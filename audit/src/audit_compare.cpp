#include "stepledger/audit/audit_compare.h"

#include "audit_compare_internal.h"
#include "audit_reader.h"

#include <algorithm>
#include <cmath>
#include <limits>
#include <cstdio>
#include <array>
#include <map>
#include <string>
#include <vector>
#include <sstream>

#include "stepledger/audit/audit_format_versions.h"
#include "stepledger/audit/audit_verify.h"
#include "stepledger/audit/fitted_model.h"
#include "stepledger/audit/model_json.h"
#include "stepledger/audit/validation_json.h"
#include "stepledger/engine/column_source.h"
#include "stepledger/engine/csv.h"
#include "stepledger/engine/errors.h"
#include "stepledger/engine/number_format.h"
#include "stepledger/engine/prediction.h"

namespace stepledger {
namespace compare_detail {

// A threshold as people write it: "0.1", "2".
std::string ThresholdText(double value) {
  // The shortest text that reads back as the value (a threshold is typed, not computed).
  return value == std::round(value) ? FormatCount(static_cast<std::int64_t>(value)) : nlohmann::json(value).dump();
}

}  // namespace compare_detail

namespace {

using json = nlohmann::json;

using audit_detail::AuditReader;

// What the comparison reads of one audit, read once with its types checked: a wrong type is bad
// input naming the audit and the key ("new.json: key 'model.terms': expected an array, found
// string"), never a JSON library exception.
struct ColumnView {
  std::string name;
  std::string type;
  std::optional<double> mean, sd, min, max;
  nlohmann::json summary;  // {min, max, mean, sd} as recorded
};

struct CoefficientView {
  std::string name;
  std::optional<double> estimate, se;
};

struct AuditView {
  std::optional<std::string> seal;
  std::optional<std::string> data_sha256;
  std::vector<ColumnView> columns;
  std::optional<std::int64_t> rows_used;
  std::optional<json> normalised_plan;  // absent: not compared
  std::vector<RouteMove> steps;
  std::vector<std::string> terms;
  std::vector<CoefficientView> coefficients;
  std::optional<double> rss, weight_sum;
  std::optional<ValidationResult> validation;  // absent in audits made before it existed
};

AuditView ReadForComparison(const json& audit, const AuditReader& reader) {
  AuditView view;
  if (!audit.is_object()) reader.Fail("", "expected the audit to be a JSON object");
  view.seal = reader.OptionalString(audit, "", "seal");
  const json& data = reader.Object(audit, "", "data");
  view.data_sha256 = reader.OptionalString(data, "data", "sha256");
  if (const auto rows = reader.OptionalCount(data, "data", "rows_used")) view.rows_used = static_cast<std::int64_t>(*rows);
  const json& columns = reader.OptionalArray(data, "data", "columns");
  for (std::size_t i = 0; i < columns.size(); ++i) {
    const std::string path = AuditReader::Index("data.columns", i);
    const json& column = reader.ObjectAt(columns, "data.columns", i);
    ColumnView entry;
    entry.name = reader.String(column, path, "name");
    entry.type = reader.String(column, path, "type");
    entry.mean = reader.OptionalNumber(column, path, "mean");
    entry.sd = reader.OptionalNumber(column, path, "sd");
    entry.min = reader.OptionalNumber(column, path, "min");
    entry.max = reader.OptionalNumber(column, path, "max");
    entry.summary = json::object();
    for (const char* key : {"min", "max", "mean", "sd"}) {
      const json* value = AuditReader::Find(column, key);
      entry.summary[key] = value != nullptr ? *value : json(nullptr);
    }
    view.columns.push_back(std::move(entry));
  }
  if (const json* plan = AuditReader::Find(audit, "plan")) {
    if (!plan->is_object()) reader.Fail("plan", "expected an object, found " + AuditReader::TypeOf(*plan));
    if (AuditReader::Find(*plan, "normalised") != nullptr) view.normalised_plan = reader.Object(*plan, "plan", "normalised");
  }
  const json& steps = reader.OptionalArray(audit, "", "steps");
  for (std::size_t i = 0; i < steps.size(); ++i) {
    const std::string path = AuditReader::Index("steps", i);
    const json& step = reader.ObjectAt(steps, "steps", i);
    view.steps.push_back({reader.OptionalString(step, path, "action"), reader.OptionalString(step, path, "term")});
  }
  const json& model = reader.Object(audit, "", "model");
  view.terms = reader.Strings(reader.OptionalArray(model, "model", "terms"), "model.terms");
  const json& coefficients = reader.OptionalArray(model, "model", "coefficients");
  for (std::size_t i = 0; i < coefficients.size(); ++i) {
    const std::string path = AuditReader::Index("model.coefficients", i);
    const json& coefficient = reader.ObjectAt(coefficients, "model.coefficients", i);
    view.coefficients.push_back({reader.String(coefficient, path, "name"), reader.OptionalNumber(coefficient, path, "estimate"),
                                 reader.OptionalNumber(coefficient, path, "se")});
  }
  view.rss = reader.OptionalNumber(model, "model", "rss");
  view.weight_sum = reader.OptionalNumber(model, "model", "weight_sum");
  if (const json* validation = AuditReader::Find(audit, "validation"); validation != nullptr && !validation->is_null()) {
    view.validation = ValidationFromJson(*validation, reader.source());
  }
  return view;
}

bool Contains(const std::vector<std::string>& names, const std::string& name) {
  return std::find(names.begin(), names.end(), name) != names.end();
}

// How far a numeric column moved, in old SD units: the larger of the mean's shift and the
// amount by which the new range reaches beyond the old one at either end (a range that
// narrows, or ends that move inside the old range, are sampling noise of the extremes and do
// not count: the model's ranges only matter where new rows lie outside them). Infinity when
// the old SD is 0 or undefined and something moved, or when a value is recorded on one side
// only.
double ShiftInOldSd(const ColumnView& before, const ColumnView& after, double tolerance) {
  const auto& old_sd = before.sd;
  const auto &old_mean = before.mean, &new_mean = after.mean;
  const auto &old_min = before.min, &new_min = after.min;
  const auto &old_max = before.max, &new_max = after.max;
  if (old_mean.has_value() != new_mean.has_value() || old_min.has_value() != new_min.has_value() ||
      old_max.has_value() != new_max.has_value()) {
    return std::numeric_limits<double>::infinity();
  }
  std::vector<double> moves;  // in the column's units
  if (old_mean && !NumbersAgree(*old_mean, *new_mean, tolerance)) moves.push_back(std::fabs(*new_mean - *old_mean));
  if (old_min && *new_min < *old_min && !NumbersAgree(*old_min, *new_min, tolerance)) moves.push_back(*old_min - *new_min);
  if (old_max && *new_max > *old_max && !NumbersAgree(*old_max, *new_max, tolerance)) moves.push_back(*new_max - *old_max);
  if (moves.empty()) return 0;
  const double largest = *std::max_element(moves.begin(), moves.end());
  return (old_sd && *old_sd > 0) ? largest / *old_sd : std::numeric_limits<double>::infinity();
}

* * *

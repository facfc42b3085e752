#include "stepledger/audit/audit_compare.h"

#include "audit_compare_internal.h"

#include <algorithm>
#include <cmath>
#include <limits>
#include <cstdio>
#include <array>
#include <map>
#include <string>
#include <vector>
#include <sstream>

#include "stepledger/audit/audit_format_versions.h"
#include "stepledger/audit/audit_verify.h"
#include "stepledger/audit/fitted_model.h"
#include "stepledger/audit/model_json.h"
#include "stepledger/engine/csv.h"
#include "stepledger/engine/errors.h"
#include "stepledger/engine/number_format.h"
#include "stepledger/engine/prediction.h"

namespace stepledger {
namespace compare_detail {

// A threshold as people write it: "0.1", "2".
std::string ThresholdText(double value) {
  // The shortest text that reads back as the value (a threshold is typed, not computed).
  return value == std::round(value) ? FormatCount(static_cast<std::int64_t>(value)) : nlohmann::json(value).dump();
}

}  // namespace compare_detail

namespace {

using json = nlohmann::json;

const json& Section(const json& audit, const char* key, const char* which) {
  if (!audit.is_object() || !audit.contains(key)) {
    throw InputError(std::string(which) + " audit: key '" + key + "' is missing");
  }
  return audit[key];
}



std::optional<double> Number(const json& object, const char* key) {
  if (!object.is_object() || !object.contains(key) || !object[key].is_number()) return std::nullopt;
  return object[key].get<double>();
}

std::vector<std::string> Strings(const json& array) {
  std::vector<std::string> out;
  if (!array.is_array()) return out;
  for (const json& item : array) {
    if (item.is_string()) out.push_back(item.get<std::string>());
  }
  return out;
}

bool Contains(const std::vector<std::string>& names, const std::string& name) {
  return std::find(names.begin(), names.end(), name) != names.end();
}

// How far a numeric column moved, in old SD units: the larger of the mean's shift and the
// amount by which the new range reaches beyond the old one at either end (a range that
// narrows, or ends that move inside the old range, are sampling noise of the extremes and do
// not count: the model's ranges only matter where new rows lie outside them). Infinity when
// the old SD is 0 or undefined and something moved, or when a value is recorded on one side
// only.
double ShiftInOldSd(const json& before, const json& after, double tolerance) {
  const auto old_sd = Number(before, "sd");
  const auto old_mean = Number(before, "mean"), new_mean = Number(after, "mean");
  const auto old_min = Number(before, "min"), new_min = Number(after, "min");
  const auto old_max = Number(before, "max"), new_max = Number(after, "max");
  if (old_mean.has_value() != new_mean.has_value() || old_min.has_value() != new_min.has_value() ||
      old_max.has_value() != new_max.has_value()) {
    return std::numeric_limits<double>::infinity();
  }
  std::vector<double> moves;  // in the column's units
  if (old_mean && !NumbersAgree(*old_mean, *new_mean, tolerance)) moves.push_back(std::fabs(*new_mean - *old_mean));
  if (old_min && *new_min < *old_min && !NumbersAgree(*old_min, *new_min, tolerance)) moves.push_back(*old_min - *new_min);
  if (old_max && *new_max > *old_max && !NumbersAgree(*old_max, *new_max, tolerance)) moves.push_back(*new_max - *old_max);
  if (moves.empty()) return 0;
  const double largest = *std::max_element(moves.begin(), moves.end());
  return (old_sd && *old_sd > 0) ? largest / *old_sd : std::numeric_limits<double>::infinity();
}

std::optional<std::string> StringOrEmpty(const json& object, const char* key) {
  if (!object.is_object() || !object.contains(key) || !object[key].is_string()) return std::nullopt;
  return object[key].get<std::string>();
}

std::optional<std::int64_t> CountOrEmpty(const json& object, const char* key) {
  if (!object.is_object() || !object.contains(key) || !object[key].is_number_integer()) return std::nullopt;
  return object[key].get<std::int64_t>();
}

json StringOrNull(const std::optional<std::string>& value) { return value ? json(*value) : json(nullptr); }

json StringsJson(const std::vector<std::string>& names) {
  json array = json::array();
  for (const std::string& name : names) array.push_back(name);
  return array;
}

**AIM OF THE TASK:**
Please give again the lines above between the line holding "filename audit/src/audit_compare.cpp" and the line holding "std::optional<double> rss, weight_sum;", inclusive, exactly as they are and with nothing added.

**EXPECTED ANSWER:**
filename audit/src/audit_compare.cpp
#include "stepledger/audit/audit_compare.h"

#include "audit_compare_internal.h"
#include "audit_reader.h"

#include <algorithm>
#include <cmath>
#include <limits>
#include <cstdio>
#include <array>
#include <map>
#include <string>
#include <vector>
#include <sstream>

#include "stepledger/audit/audit_format_versions.h"
#include "stepledger/audit/audit_verify.h"
#include "stepledger/audit/fitted_model.h"
#include "stepledger/audit/model_json.h"
#include "stepledger/audit/validation_json.h"
#include "stepledger/engine/column_source.h"
#include "stepledger/engine/csv.h"
#include "stepledger/engine/errors.h"
#include "stepledger/engine/number_format.h"
#include "stepledger/engine/prediction.h"

namespace stepledger {
namespace compare_detail {

// A threshold as people write it: "0.1", "2".
std::string ThresholdText(double value) {
  // The shortest text that reads back as the value (a threshold is typed, not computed).
  return value == std::round(value) ? FormatCount(static_cast<std::int64_t>(value)) : nlohmann::json(value).dump();
}

}  // namespace compare_detail

namespace {

using json = nlohmann::json;

using audit_detail::AuditReader;

// What the comparison reads of one audit, read once with its types checked: a wrong type is bad
// input naming the audit and the key ("new.json: key 'model.terms': expected an array, found
// string"), never a JSON library exception.
struct ColumnView {
  std::string name;
  std::string type;
  std::optional<double> mean, sd, min, max;
  nlohmann::json summary;  // {min, max, mean, sd} as recorded
};

struct CoefficientView {
  std::string name;
  std::optional<double> estimate, se;
};

struct AuditView {
  std::optional<std::string> seal;
  std::optional<std::string> data_sha256;
  std::vector<ColumnView> columns;
  std::optional<std::int64_t> rows_used;
  std::optional<json> normalised_plan;  // absent: not compared
  std::vector<RouteMove> steps;
  std::vector<std::string> terms;
  std::vector<CoefficientView> coefficients;
  std::optional<double> rss, weight_sum;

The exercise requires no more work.